A corridor lined with perforated concrete blocks creates one of the house's most atmospheric moments. The grid of openings casts a shifting mosaic of light across the floor, transforming a simple circulation spine into a sensory event. It is a reminder that in tightly packed sites, borrowed light and pattern can substitute for the broad glazing that detached houses take for granted.
The same logic extends to the bedrooms. A sliding glass door opens from one bedroom to a small courtyard with a single tree and a lattice screen. The courtyard is tiny, but it delivers daylight, ventilation, and a sliver of nature to a room that would otherwise face a party wall. Plan Architects Office clearly understood that in a multigenerational house on a constrained site, every pocket of open air counts.
A Rooftop for Three Families


The rooftop terrace is the project's social release valve. Framed by vertical timber louvers and sheltered by a timber-clad ceiling, it offers a semi-outdoor room where the extended family can gather at dusk without leaving the building's footprint. The covered deck pavilion, with its teal-painted beams and seated figures, reads as a kind of domestic veranda lifted to the sky, an elevated version of the front porch culture still common in Korean rural towns.
Vertical louvers control views out toward the neighborhood while allowing breezes through. The timber warmth at the top of the building provides a material counterpoint to the white brick and concrete below, signaling that you have arrived at a more relaxed register. It is where the house exhales.
Spaces Scaled for Children


A play loft with rope mesh safety netting gives the youngest residents their own territory within the sectional stack. Two children are visible through glazed balcony doors, occupying a space that is both protected and visually connected to the rest of the house. The rope net is a smart, low-tech detail: it prevents falls while keeping sightlines open and avoiding the institutional feel of solid barriers.
Elsewhere, a built-in desk with drawers and chairs faces a glazed opening capped by a turquoise ceiling panel, creating a study nook that belongs to the house's color family.
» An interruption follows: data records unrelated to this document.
class WholeMeet(RuleBasedStateMachine):
    """The entries of a day; each is tried and may be refused, but only in words."""

    hall: Hall
    desk: Desk

    @initialize(kind=st.sampled_from(KINDS))
    def begin(self, kind: str) -> None:
        self.folder = tempfile.TemporaryDirectory(prefix="platewright-machine-")
        self.desk = open_desk(Path(shutil.copy(made(kind), self.folder.name)))
        self.hall = Hall(self.desk)
        self.played: Rows = {}
        self.known = 0
        self.late = 0
        self.did = ""
        self.bar = self.hall.picture().bar
        self.revision = self.hall.picture().revision

    def teardown(self) -> None:
        if hasattr(self, "folder"):
            self.desk.engine.dispose()
            self.folder.cleanup()

    # What people look at

    def board(self) -> Board:
        return self.hall.board()

    def lifter(self, place: int) -> Lifter:
        _, _, programme = self.hall.picture().sessions[0]
        return sorted(programme.lifters, key=lambda one: one.lot)[place % len(programme.lifters)]

    def attempt(self, place: int, number: int) -> Attempt | None:
        lifter, one = self.lifter(place), self.board()
        theirs = one.programme.of_lift(one.lift.id).get(lifter.id, ())
        return next((a for a in theirs if a.number == number), None)

    def enter(self, did: str, entry: Callable[[], object]) -> bool:
        """Try an entry; a refusal is words and leaves everything as it was."""
        self.did = did
        try:
            entry()
        except DeskError:
            assert self.hall.picture().revision == self.revision
            self.did = "refused"
            return False
        return True

    def seen(self, attempt: Attempt) -> attempts.Seen:
        return attempts.Seen(attempt.id, attempt.version)

    def declare(self, attempt: Attempt, text: str, reason: str = "") -> bool:
        pid = self.hall.platform_id
        return self.enter(
            "declaration",
            lambda: attempts.declare(self.desk, pid, self.seen(attempt), text, reason, who=WANDA),
        )

    def judge(self, attempt: Attempt, result: Result) -> bool:
        did = "pass" if result is Result.PASSED else "result"
        pid = self.hall.platform_id
        return self.enter(did, lambda: attempts.judge(self.desk, pid, self.seen(attempt), result, who=WANDA))

    # What they enter

    @often(5, result=results, more=steps, load=st.booleans())
    def a_lift(self, result: Result, more: int, load: bool) -> None:
        """The usual: handed in if it was not, loaded, judged, and the next weight handed in."""
        up = self.board().up
        if up is None:
            return
        if up.assumed:
            self.declare(up.attempt, show_mass(up.weight), "in time")
            self.check()
        if load:
            self.enter("loaded", self.hall.load)
            self.check()
        up = self.board().up
        if up is None or not self.judge(up.attempt, result):
            return
        self.check()
        following = next(
            (
                a
                for a in self.board().programme.attempts
                if (a.lifter_id, a.lift_id, a.number)
                == (up.lifter.id, up.attempt.lift_id, up.attempt.number + 1)
            ),
            None,
        )
        if following is not None and more > -2:
            self.declare(following, show_mass(up.weight + more * self.board().lift.step))

    @often(
        3,
        place=who_lifts,
        number=numbers,
        more=steps,
        half=st.booleans(),
        record=st.booleans(),
        reason=reasons,
    )
    def a_declaration(
        self, place: int, number: int, more: int, half: bool, record: bool, reason: str
    ) -> None:
        attempt = self.attempt(place, number)
        if attempt is None:
            return
        before = self.attempt(place, number - 1)
        base = attempt.weight or (before.weight if before else None) or Fraction(100)
        weight = base + more * self.board().lift.step + (Fraction(1, 2) if half else 0)
        self.declare(attempt, show_mass(max(weight, Fraction(0))) + ("r" if record else ""), reason)

    @often(1, place=who_lifts, number=numbers)
    def the_grey_weight(self, place: int, number: int) -> None:
        attempt = self.attempt(place, number)
        if attempt is not None:
            self.declare(attempt, "")

    @often(1, place=who_lifts, number=numbers, result=st.sampled_from(list(Result)))
    def any_result(self, place: int, number: int, result: Result) -> None:
        attempt = self.attempt(place, number)
        if attempt is not None:
            self.judge(attempt, result)

    @often(
        3, what=st.sampled_from(["loaded", "not loaded", "hold", "go", "before", "shown", "empty", "unknown"])
    )
    def a_word_about_the_bar(self, what: str) -> None:
        pid, words = self.hall.platform_id, self.desk
        entries: dict[str, Callable[[], object]] = {
            "loaded": self.hall.load,
            "not loaded": lambda: bar_is_not_loaded(words, pid, who=WANDA),
            "hold": lambda: hold_platform(words, pid, who=WANDA),
            "go": lambda: end_hold(words, pid, who=WANDA),
        }
        answer = lambda: bar_carries(words, pid, what, who=WANDA)  # noqa: E731
        did = what if what in entries else "answer"
        self.enter(did, entries.get(what, answer))

    @often(
        1,
        place=who_lifts,
        number=numbers,
        kind=st.sampled_from(["bar", "bar", "disturbed", "spoiled"]),
        left=st.sampled_from(["25 10", "25 10 2.5", "10 25", ""]),
        right=st.sampled_from(["25 10", "25 10 2.5", "10 25", ""]),
        choice=st.integers(0, 1),
    )
    def a_misload(self, place: int, number: int, kind: str, left: str, right: str, choice: int) -> None:
        attempt = self.attempt(place, number)
        if attempt is None:
            return
        ends = [left, right][: self.board().equipment.implement.ends]
        pid, seen = self.hall.platform_id, self.seen(attempt)
        self.enter("remedy", lambda: misload.take_remedy(self.desk, pid, seen, ends, kind, choice, who=WANDA))

    @often(4, result=results, kind=st.sampled_from(["bar", "disturbed", "spoiled"]), again=st.booleans())
    def a_lift_that_went_wrong(self, result: Result, kind: str, again: bool) -> None:
        """The next lift, and at once a remedy for it: kept, or taken again."""
        up = self.board().up
        self.a_lift(result, 1, load=True)
        self.check()
        done = (
            None if up is None else next(a for a in self.board().programme.attempts if a.id == up.attempt.id)
        )
        if done is None or done.result not in (Result.GOOD, Result.MISSED):
            return
        ends = ["25 10"] * self.board().equipment.implement.ends
        pid, seen = self.hall.platform_id, self.seen(done)
        choice = int(again and result is Result.GOOD)
        self.enter("remedy", lambda: misload.take_remedy(self.desk, pid, seen, ends, kind, choice, who=WANDA))

    @often(
        4,
        load=st.booleans(),
        what=st.sampled_from(["heavier", "withdraws", "undo", "plate gone", "other flight", "record mark"]),
    )
    def something_about_whoever_is_up(self, load: bool, what: str) -> None:
        """The entries that a loaded bar must be defended against, and a bar being loaded must survive."""
        if load:
            self.enter("loaded", self.hall.load)
            self.check()
        one = self.board()
        if one.up is None:
            return
        if what == "heavier":
            self.declare(one.up.attempt, show_mass(one.up.weight + one.lift.step), "the coach ran")
        elif what == "record mark":
            self.declare(one.up.attempt, "r", "forgotten")
        elif what == "withdraws":
            pid, lifter = self.hall.platform_id, one.up.lifter.id
            self.enter("withdrawal", lambda: people.withdraw(self.desk, pid, lifter, back=False, who=WANDA))
        elif what == "undo":
            self.undone()
        elif what == "other flight":
            self.another_flight_comes_on(1, 1)
        elif one.now.bar.hand is not None and one.now.bar.hand.stack:
            faces = [item.plate.face for item in one.now.stock]
            self.plates_come_and_go(faces.index(one.now.bar.hand.stack[-1]), 0)

    @often(1, place=who_lifts, back=st.booleans())
    def somebody_leaves(self, place: int, back: bool) -> None:
        lifter, pid = self.lifter(place).id, self.hall.platform_id
        self.enter("withdrawal", lambda: people.withdraw(self.desk, pid, lifter, back=back, who=WANDA))

    @often(1, place=who_lifts)
    def a_fourth_is_asked_for(self, place: int) -> None:
        lifter, pid, lift = self.lifter(place).id, self.hall.platform_id, self.board().lift.id
        self.enter("fourth", lambda: people.grant_fourth(self.desk, pid, lifter, lift, who=WANDA))

    @often(2)
    def undone(self) -> None:
        self.enter("undo", lambda: undo(self.desk, self.hall.platform_id, None, who=WANDA))

    @often(1)
    def redone(self) -> None:
        self.enter("redo", lambda: redo(self.desk, self.hall.platform_id, None, who=WANDA))

    @often(1, place=st.integers(0, 8), pairs=st.integers(0, 3))
    def plates_come_and_go(self, place: int, pairs: int) -> None:
        now = self.hall.picture()
        typed = plate_rows(now)
        typed[place % len(typed)]["count"] = str(2 * pairs)
        seen, pid = stock_seen(now.stock, now.tools), self.hall.platform_id
        self.enter("stock", lambda: save_plates(self.desk, pid, typed, seen, who=OLGA))

    @often(1, flight=st.integers(0, 1), lift=st.integers(0, 1))
    def another_flight_comes_on(self, flight: int, lift: int) -> None:
        programme = self.board().programme
        name = programme.flights[flight % len(programme.flights)].name
        self.enter("flight", lambda: self.hall.bring(name, programme.lifts[lift].name))

    @often(1, place=who_lifts, to=st.integers(0, 1))
    def a_lifter_is_moved(self, place: int, to: int) -> None:
        lifter, flights = self.lifter(place), self.board().programme.flights
        there, pid = str(flights[to % len(flights)].id), self.hall.platform_id
        self.enter("move", lambda: move_lifter(self.desk, pid, lifter.id, lifter.flight_id, there, who=OLGA))

    @often(1, opener=st.integers(40, 60))
    def a_late_lifter_comes(self, opener: int) -> None:
        if self.late == 2:
            return
        one = self.board()
        self.late += 1
        weight = show_mass(Fraction(opener) * one.lift.step)
        line = f"name,lot,flight,{one.lift.name} opener\nLate {self.late},{90 + self.late},{one.flight.name},{weight}\n"
        self.enter("roster", lambda: import_roster(self.desk, self.hall.meet_id, line, who=OLGA))

    @often(2,
        change=st.sampled_from(
            [{"retake_place": "at-once"}, {"retake_place": "end-of-round"}, {"default": "forfeited"},
             {"default": "repeat-or-step"}, {"fourth_for_record": "yes"}, {"seconds_to_hand_in": "0"}]
        )
    )  # fmt: skip
    def a_rule_is_changed(self, change: dict[str, str]) -> None:
        self.enter("rules", lambda: self.hall.rules(**change))

    @often(1, seconds=st.sampled_from([5, 61, 600]))
    def time_passes(self, seconds: int) -> None:
        self.hall.wait(seconds)

    @rule(data=st.data())
    def somebody_enters_something(self, data: st.DataObject) -> None:
        name = data.draw(st.sampled_from(DRAWN_FROM))
        getattr(self, name)(**{fact: data.draw(one, fact) for fact, one in ENTRIES[name].items()})

    # What must hold

    @invariant()
    def check(self) -> None:
        if not hasattr(self, "hall"):
            return
        one = self.board()
        self.check_counting(one)
        self.check_hand(one)
        check_sums(one)
        if one.programme.rules.order_system is OrderSystem.RISING:
            check_rising(one)
        else:
            check_rounds(one)
        self.bar, self.revision, self.did = one.now.bar, one.now.revision, ""

    def check_counting(self, one: Board) -> None:
        """A revision an entry, a journal line a revision, and the lines tell the whole meet."""
        entries = self.hall.journal()
        if self.known:
            assert one.now.revision - self.revision == len(entries) - self.known <= 1
        self.played = replay_on(self.played, entries[self.known :])
        self.known = len(entries)
        assert self.played == rows(self.desk.engine)

    def check_hand(self, one: Board) -> None:
        """What the crew is told adds up, begins with what is on the bar, and stays while they are at it."""
        bar = one.now.bar
        for hand in (bar.hand, bar.ahead):
            if hand is not None and one.here and not one.ask:
                check_stack(one.equipment, hand.stack, hand.weight, wish_of(one.now, one.lift.id).order)
        if bar.hand is not None and bar.condition is Condition.CHANGING:
            assert bar.hand.before == bar.carries
        if bar.condition is Condition.LIFTING:
            assert bar.hand is not None
            assert bar.carries == bar.hand.stack
        if self.bar.hand is not None and self.did not in MAY_CHANGE_THE_HAND:
            assert bar.hand == self.bar.hand, self.did
        if self.did == "refused":
            assert bar == self.bar
        assert_no_plate_in_two_places(one, bar)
These child-scaled moments suggest that the architects took the multigenerational brief literally, designing not just for adults who share a mortgage but for the different ages and daily routines that coexist under one roof.
Plans and Drawings

The site plan confirms the tight constraints. A rectangular building footprint sits within a diagonal site boundary, and a central courtyard punches light and air into the plan's center. The geometry is straightforward, a necessity on a lot this compact, but the courtyard placement is the key decision. It ensures that interior rooms on every side have access to daylight without relying solely on perimeter windows, which would face neighboring structures at close range.
Why This Project Matters
Multigenerational housing is increasingly discussed as a housing typology of the future, but most built examples rely on separate units stacked or placed side by side. The Yeongcheon house takes a more radical position: one building, shared spaces at the core, private retreats at the periphery and the top. It trusts that architecture can mediate family proximity without resorting to subdivision. That trust is evident in the open sightlines, the play loft visible from the mezzanine, and the rooftop terrace that belongs to no single household.
The project also demonstrates that color, when deployed with precision, can do serious architectural work. The teal ceiling panels are not decoration. They are wayfinding devices that mark communal zones and give the house a legible identity, both from inside and from the air. In a neighborhood of anonymous white and beige volumes, that chromatic signature is a small but meaningful assertion: this is one house for three families, and it is designed to feel like it.
Yeongcheon House of Three Brothers by Plan Architects Office, Yeongcheon, South Korea. Photography by Yoon, Joonhwan.